Theorem behind Archimedes principle of buoyancy?

[Hiero]

I was thinking about why the buoyant force on an object should depend solely on it's volume and not shape. It seems loosely like the divergence theorem in that an integral over the surface is determined by the volume. There is a big difference though; in the divergence theorem we integrate scalars (flux/divergence) but to find the buoyant force we must integrate a vector.

By making the vector-analogous arguments behind the divergence theorem, I am led to the following conclusion. Suppose you have a scalar field P, and a volume V with surface S(V), then I believe:
_S(V)∫∫ P dA = _V∫∫∫ ∇P dV (where dA is the outward pointing area-element)

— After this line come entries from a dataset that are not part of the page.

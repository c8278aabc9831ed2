import { expandReachingChain } from '../limb/expandReachingChain';
import { limbIds } from '../limb/limbIds';
import type { ExpandPart } from '../types';

/** A chain of four joints that folds as one; the attribute `lead` moves the fold between knee and hock. */
export const expandLegThree: ExpandPart<'leg_three'> = ({ id, side }, part) => {
  const ids = limbIds(id, part);
  const lead = { default: 0, min: -1, max: 1, note: 'moves the fold to the knee (1) or the hock (-1)' };
  return expandReachingChain(side, id, part, ids, { kind: 'reach', bias: `${ids.goal}.lead` }, { lead });
};
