// Made by bin/generate.ts from the JSON Schemas. Change those, not this.
var __getOwnPropNames = Object.getOwnPropertyNames;
var __commonJS = (cb, mod) => function __require() {
  try {
    return mod || (0, cb[__getOwnPropNames(cb)[0]])((mod = { exports: {} }).exports, mod), mod.exports;
  } catch (e) {
    throw mod = 0, e;
  }
};

// node_modules/ajv/dist/runtime/ucs2length.js
var require_ucs2length = __commonJS({
  "node_modules/ajv/dist/runtime/ucs2length.js"(exports) {
    "use strict";
    Object.defineProperty(exports, "__esModule", { value: true });
    function ucs2length(str) {
      const len = str.length;
      let length = 0;
      let pos = 0;
      let value;
      while (pos < len) {
        length++;
        value = str.charCodeAt(pos++);
        if (value >= 55296 && value <= 56319 && pos < len) {
          value = str.charCodeAt(pos);
          if ((value & 64512) === 56320)
            pos++;
        }
      }
      return length;
    }
    exports.default = ucs2length;
    ucs2length.code = 'require("ajv/dist/runtime/ucs2length").default';
  }
});
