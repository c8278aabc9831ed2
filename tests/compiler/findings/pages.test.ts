import { describe, expect, it } from 'vitest';
import { compile, explainFinding, listFindingCodes } from '@/compiler';
import { PAGES } from '@/compiler/findings/generated/pages';

const HEADINGS = ['## What it means', '## Wrong', '## Right', '## Why'];

/** The first fenced recipe under a heading; undefined where the page explains in words. */
function recipeUnder(page: string, heading: string): string | undefined {
  const section = page.split(heading)[1]?.split('\n## ')[0] ?? '';
  return /```yaml\n([\s\S]*?)```/.exec(section)?.[1];
}

const codesIn = (text: string): readonly string[] =>
  compile({ recipe: { name: 'page.recipe.yaml', text } }).findings.map(({ code }) => code);

describe('finding pages', () => {
  it('has a page for every code and no page without one', () => {
    expect(Object.keys(PAGES).sort()).toEqual(listFindingCodes());
  });

  it.each(listFindingCodes())('%s: has its four headings in order and its code as title', (code) => {
    const { page } = explainFinding(code) ?? { page: '' };
    expect(page.startsWith(`# ${code}\n`)).toBe(true);
    const places = HEADINGS.map((heading) => page.indexOf(`\n${heading}\n`));
    expect(places.every((place, index) => place > (places[index - 1] ?? 0))).toBe(true);
  });

  const shown = listFindingCodes().flatMap((code) => {
    const page = PAGES[code] ?? '';
    const wrong = recipeUnder(page, '## Wrong');
    const right = recipeUnder(page, '## Right');
    return wrong === undefined || right === undefined ? [] : [[code, wrong, right] as const];
  });

  it.each(shown)('%s: the wrong recipe gives it and no other error', (code, wrong) => {
    const findings = compile({ recipe: { name: 'page.recipe.yaml', text: wrong } }).findings;
    expect(findings.map((finding) => finding.code)).toContain(code);
    const otherErrors = findings.filter((finding) => finding.severity === 'error' && finding.code !== code);
    expect(otherErrors.map((finding) => `${finding.code}: ${finding.message}`)).toEqual([]);
  });

  it.each(shown)('%s: the right recipe does not give it, nor any error', (code, _, right) => {
    expect(codesIn(right)).not.toContain(code);
    const errors = compile({ recipe: { name: 'page.recipe.yaml', text: right } }).findings.filter(
      ({ severity }) => severity === 'error',
    );
    expect(errors.map((finding) => `${finding.code}: ${finding.message}`)).toEqual([]);
  });
});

In the example of buoyancy, the scalar field P is the pressure P = C-ρgz with C being constant, ρ being the fluid density, g being the gravitational field strength, and +z being vertically upwards. Then ∇P = -ρge_z.
The net force due to fluid pressure is F = ∫∫ P (-dA) = -∫∫∫ ∇S dV = -∫∫∫(-ρge_z) dV = ρge_z∫∫∫ dV = (ρV)ge_z; Which is Archimedes principle.
(The -dA is because force comes from integrating P over the inward pointing normal.)I am wondering what is the name of this theorem I have stated? Is it somehow just a restatement of the divergence theorem? (If so; how to get between the two?) I cannot find anything about it.

 

[Orodruin]

It is a generalisation of the divergence theorem. It can be easily derived from the divergence theorem by multiplying it with each of the Cartesian basis vectors in turn or derived using the same argumentation that leads to the divergence theorem. In fact, the divergence theorem is just a collection of a number of integrals of this form.

 

[sophiecentaur]

I was thinking about why the buoyant force on an object should depend solely on it's volume and not shape.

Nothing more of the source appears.